One of the most remarkable mummies in the world is the Ukok Princess, a woman who lived in Siberia at least five centuries BCE.
Breast cancer, stage 4 – this was the diagnosis of a young girl with a deer tattoo who died 2,500 years ago. The sad judgment was given by a group of paleopathologists who analyzed the mummy of Princess of Ukok (also known as The Siberian Ice Maiden or Altai Princess, found in 1993 in Altai).
Despite the fact that research has been ongoing for almost two decades, little is known about this girl. So I compiled all of the data that scientists have discovered over the years.

The mummy of the “Altai Princess” now lays in a little gloomy mausoleum in Gorno-National Altaysk’s Museum of A.V. Anokhin. It is housed in a high-tech coffin that maintains a steady temperature and humidity. Visitors have only a few days per year to see the mummy.

There are various reasons for this, including the fact that local Altaians continue to demand the burying of “Altai Princess Ak-Kadyn,” believing that disrupting her eternal calm will consign them to misfortunes like as earthquakes, floods, and other natural disasters. They think the “White Lady” was the keeper of peace and the path to the afterlife. Because she is not in her resting place, the Evil wreaks havoc outside.

The remains of the immaculately dressed ‘princess,’ aged around 25 and preserved for millennia in Siberian permafrost, a natural freezer, were discovered during an archeological expedition in 1993 by Novosibirsk scientist Natalia Polosmak.
Six saddled and bridled horses were buried around her, her spiritual escorts to the next world and a symbol of her obvious status, perhaps more likely a revered folk tale narrator, a healer, or a holy woman than an ice princess.

There was also a meal of sheep and horse meat, as well as ornaments made of felt, wood, bronze, and gold. According to some accounts, there was also a small container of cannabis and a stone plate with burned coriander seeds on it.
‘When compared to all tattoos discovered by archeologists around the world, those on the Pazyryk people’s mummies are the most complicated and beautiful,’ said Dr Polosmak. More ancient tattoos have been discovered, such as the Ice Man discovered in the Alps, but he only had lines, not the perfect and highly artistic images seen on the Pazyryks’ bodies.
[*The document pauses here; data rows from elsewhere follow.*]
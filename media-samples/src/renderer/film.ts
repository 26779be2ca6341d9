import type { Cloth } from '../cloths/cloth';
import type { Projection } from './camera';
import type { Seen } from './normals';

/** Values kept for each pixel: normal (3), cloth coordinates (2), key and fill light. */
export const PER_PIXEL = 7;

/** What the camera saw: for each pixel the nearest cloth (number + 1, 0 for none) and what is known of the point. */
export interface Film {
  width: number;
  height: number;
  cloths: Cloth[];
  cloth: Uint8Array;
  near: Float32Array;
  held: Float32Array;
}

interface Exposure {
  film: Film;
  seen: Seen;
  /** Picture x, y and nearness of each point. */
  at: Float32Array;
  clothNumber: number;
}

export function expose(seen: readonly Seen[], view: Projection): Film {
  const pixels = view.width * view.height;
  const film: Film = {
    width: view.width,
    height: view.height,
    cloths: [...new Set(seen.map((one) => one.sheet.cloth))],
    cloth: new Uint8Array(pixels),
    near: new Float32Array(pixels).fill(-1e9),
    held: new Float32Array(pixels * PER_PIXEL),
  };
  for (const one of seen) exposeSheet(film, one, view);
  return film;
}

function exposeSheet(film: Film, seen: Seen, view: Projection): void {
  const { place, sheet } = seen;
  const at = new Float32Array(place.length);
  for (let k = 0; k < place.length; k += 3) view.project(place[k]!, place[k + 1]!, place[k + 2]!, at, k);
  const exposure: Exposure = { film, seen, at, clothNumber: film.cloths.indexOf(sheet.cloth) + 1 };
  const { across, along, closed, cut } = sheet;
  for (let j = 0; j < along - 1; j++) {
    for (let i = 0; i < (closed ? across : across - 1); i++) {
      const joins = i + 1 === across;
      const a = j * across + i;
      const b = j * across + (joins ? 0 : i + 1);
      const c = a + across;
      const d = b + across;
      if (cut[a]! || cut[b]! || cut[c]! || cut[d]!) continue;
      triangle(exposure, a, b, c, joins);
      triangle(exposure, b, d, c, joins);
    }
  }
}

/** At the join of a closed sheet the cloth coordinate runs on instead of jumping back to 0. */
function runOn(seen: Seen, k: number, joins: boolean): number {
  const u = seen.sheet.onCloth[k * 2]!;
  if (!joins) return u;
  const { across, onCloth } = seen.sheet;
  const whole = (onCloth[(across - 1) * 2]! - onCloth[0]!) * (across / (across - 1));
  return Math.abs(u - onCloth[0]!) < Math.abs(whole) / 2 ? u + whole : u;
}

function triangle(
  { film, seen, at, clothNumber }: Exposure,
  a: number,
  b: number,
  c: number,
  joins: boolean,
): void {
  const ax = at[a * 3]!;
  const ay = at[a * 3 + 1]!;
  const bx = at[b * 3]!;
  const by = at[b * 3 + 1]!;
  const cx = at[c * 3]!;
  const cy = at[c * 3 + 1]!;
  const area = (bx - ax) * (cy - ay) - (by - ay) * (cx - ax);
  if (area > -1e-9 && area < 1e-9) return;
  const left = Math.max(0, Math.ceil(Math.min(ax, bx, cx) - 1e-3));
  const right = Math.min(film.width - 1, Math.floor(Math.max(ax, bx, cx) + 1e-3));
  const top = Math.max(0, Math.ceil(Math.min(ay, by, cy) - 1e-3));
  const bottom = Math.min(film.height - 1, Math.floor(Math.max(ay, by, cy) + 1e-3));
  if (left > right || top > bottom) return;
  const { normal, key, fill, sheet } = seen;
  const { onCloth } = sheet;
  const cutOut = sheet.cloth.cut;
  const { near, held, cloth, width } = film;
  const over = 1 / area;
  const ua = runOn(seen, a, joins);
  const ub = runOn(seen, b, joins);
  const uc = runOn(seen, c, joins);
  for (let y = top; y <= bottom; y++) {
    for (let x = left; x <= right; x++) {
      const wb = ((x - ax) * (cy - ay) - (y - ay) * (cx - ax)) * over;
      const wc = ((bx - ax) * (y - ay) - (by - ay) * (x - ax)) * over;
      const wa = 1 - wb - wc;
      if (wa < -1e-4 || wb < -1e-4 || wc < -1e-4) continue;
      const z = wa * at[a * 3 + 2]! + wb * at[b * 3 + 2]! + wc * at[c * 3 + 2]!;
      const p = y * width + x;
      if (z <= near[p]!) continue;
      const u = wa * ua + wb * ub + wc * uc;
      const v = wa * onCloth[a * 2 + 1]! + wb * onCloth[b * 2 + 1]! + wc * onCloth[c * 2 + 1]!;
      if (cutOut?.(u, v) === false) continue;
      near[p] = z;
      cloth[p] = clothNumber;
      const h = p * PER_PIXEL;
      held[h] = wa * normal[a * 3]! + wb * normal[b * 3]! + wc * normal[c * 3]!;
      held[h + 1] = wa * normal[a * 3 + 1]! + wb * normal[b * 3 + 1]! + wc * normal[c * 3 + 1]!;
      held[h + 2] = wa * normal[a * 3 + 2]! + wb * normal[b * 3 + 2]! + wc * normal[c * 3 + 2]!;
      held[h + 3] = u;
      held[h + 4] = v;
      held[h + 5] = wa * key[a]! + wb * key[b]! + wc * key[c]!;
      held[h + 6] = wa * fill[a]! + wb * fill[b]! + wc * fill[c]!;
    }
  }
}
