type Take = () => void;

let ready: Take | null = null;
const listeners = new Set<() => void>();

/** A newer Workroom that lies ready on this device; taking it puts it in the place of this one. */
export const newerWorkroom = {
  subscribe: (listener: () => void): (() => void) => {
    listeners.add(listener);
    return () => listeners.delete(listener);
  },
  snapshot: (): Take | null => ready,
  isReady(take: Take): void {
    ready = take;
    for (const listener of listeners) listener();
  },
};
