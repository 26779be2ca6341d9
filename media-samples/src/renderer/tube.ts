import { evenCurve, mix } from './numbers';
import type { Layer } from './scene';

export type Vec3 = readonly [number, number, number];

const minus = (a: Vec3, b: Vec3): Vec3 => [a[0] - b[0], a[1] - b[1], a[2] - b[2]];
const dot = (a: Vec3, b: Vec3): number => a[0] * b[0] + a[1] * b[1] + a[2] * b[2];
export const cross = (a: Vec3, b: Vec3): Vec3 => [
  a[1] * b[2] - a[2] * b[1],
  a[2] * b[0] - a[0] * b[2],
  a[0] * b[1] - a[1] * b[0],
];
export function unit(a: Vec3): Vec3 {
  const length = Math.hypot(...a) || 1;
  return [a[0] / length, a[1] / length, a[2] / length];
}

/** One step along a spine: its middle, its way, and two directions square to it. */
export interface Frame {
  middle: Vec3;
  way: Vec3;
  ahead: Vec3;
  aside: Vec3;
  /** How far along the spine, cm. */
  run: number;
}

const STEPS = 240;

/** A smooth line through given points, over 0–1. */
export function line(points: readonly Vec3[]): (t: number) => Vec3 {
  const [x, y, z] = [0, 1, 2].map((axis) => evenCurve(points.map((point) => point[axis]!)));
  return (t) => [x!(t), y!(t), z!(t)];
}

/** Frames along a spine that never twist about it. `facing` is the way angle 0 looks at the start. */
export function framesAlong(spine: (t: number) => Vec3, facing: Vec3 = [0, 0, 1]): Frame[] {
  const frames: Frame[] = [];
  let ahead = facing;
  let run = 0;
  for (let i = 0; i <= STEPS; i++) {
    const t = i / STEPS;
    const middle = spine(t);
    const way = unit(minus(spine(Math.min(1, t + 0.002)), spine(Math.max(0, t - 0.002))));
    const lean = dot(ahead, way);
    ahead = unit([ahead[0] - lean * way[0], ahead[1] - lean * way[1], ahead[2] - lean * way[2]]);
    if (i > 0) run += Math.hypot(...minus(middle, frames[i - 1]!.middle));
    frames.push({ middle, way, ahead, aside: cross(ahead, way), run });
  }
  return frames;
}

export interface TubeShape {
  spine: (t: number) => Vec3;
  /** Radii at t: towards `aside` and towards `ahead`, cm. */
  radius: (t: number) => readonly [number, number];
  /** Displacement off the tube at angle and t, cm. */
  folds?: (angle: number, t: number) => number;
  /** Width of the cloth round the tube, cm. */
  clothWidth: number;
  facing?: Vec3;
}

/** A tube as a layer: u once round with the join at the back of the arm, v down the spine. */
export function tube(shape: TubeShape): { layer: Layer; frames: Frame[] } {
  const frames = framesAlong(shape.spine, shape.facing);
  const length = frames[STEPS]!.run;
  const layer: Layer = (u, v, lift, p) => {
    const step = Math.min(STEPS - 1, Math.max(0, Math.floor(v * STEPS)));
    const part = v * STEPS - step;
    const a = frames[step]!;
    const b = frames[step + 1]!;
    const angle = (u - 0.5) * 2 * Math.PI;
    const [side, front] = shape.radius(v);
    const off = lift + (shape.folds?.(angle, v) ?? 0);
    const s = Math.sin(angle);
    const c = Math.cos(angle);
    const along = (axis: 0 | 1 | 2, key: 'middle' | 'ahead' | 'aside') =>
      mix(a[key][axis], b[key][axis], part);
    p.nx = along(0, 'aside') * s + along(0, 'ahead') * c;
    p.ny = along(1, 'aside') * s + along(1, 'ahead') * c;
    p.nz = along(2, 'aside') * s + along(2, 'ahead') * c;
    const x = (side + off) * s;
    const z = (front + off) * c;
    p.x = along(0, 'middle') + along(0, 'aside') * x + along(0, 'ahead') * z;
    p.y = along(1, 'middle') + along(1, 'aside') * x + along(1, 'ahead') * z;
    p.z = along(2, 'middle') + along(2, 'aside') * x + along(2, 'ahead') * z;
    p.u = u * shape.clothWidth;
    p.v = v * length;
  };
  return { layer, frames };
}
It was an incredible scientific and priceless discovery! Everything that time easily destroys has been properly preserved by permafrost: garments, materials, and skin. Groundwater, most likely melted snow, permeated the burial and froze for decades. I could compare this girl to a fairy princess buried in an ice coffin, but the Altai Princess’s body was embalmed, the internal cavities were cleaned, the brain and muscles were replaced with chopped herbs, and the body was covered with a mercury mixture before being buried.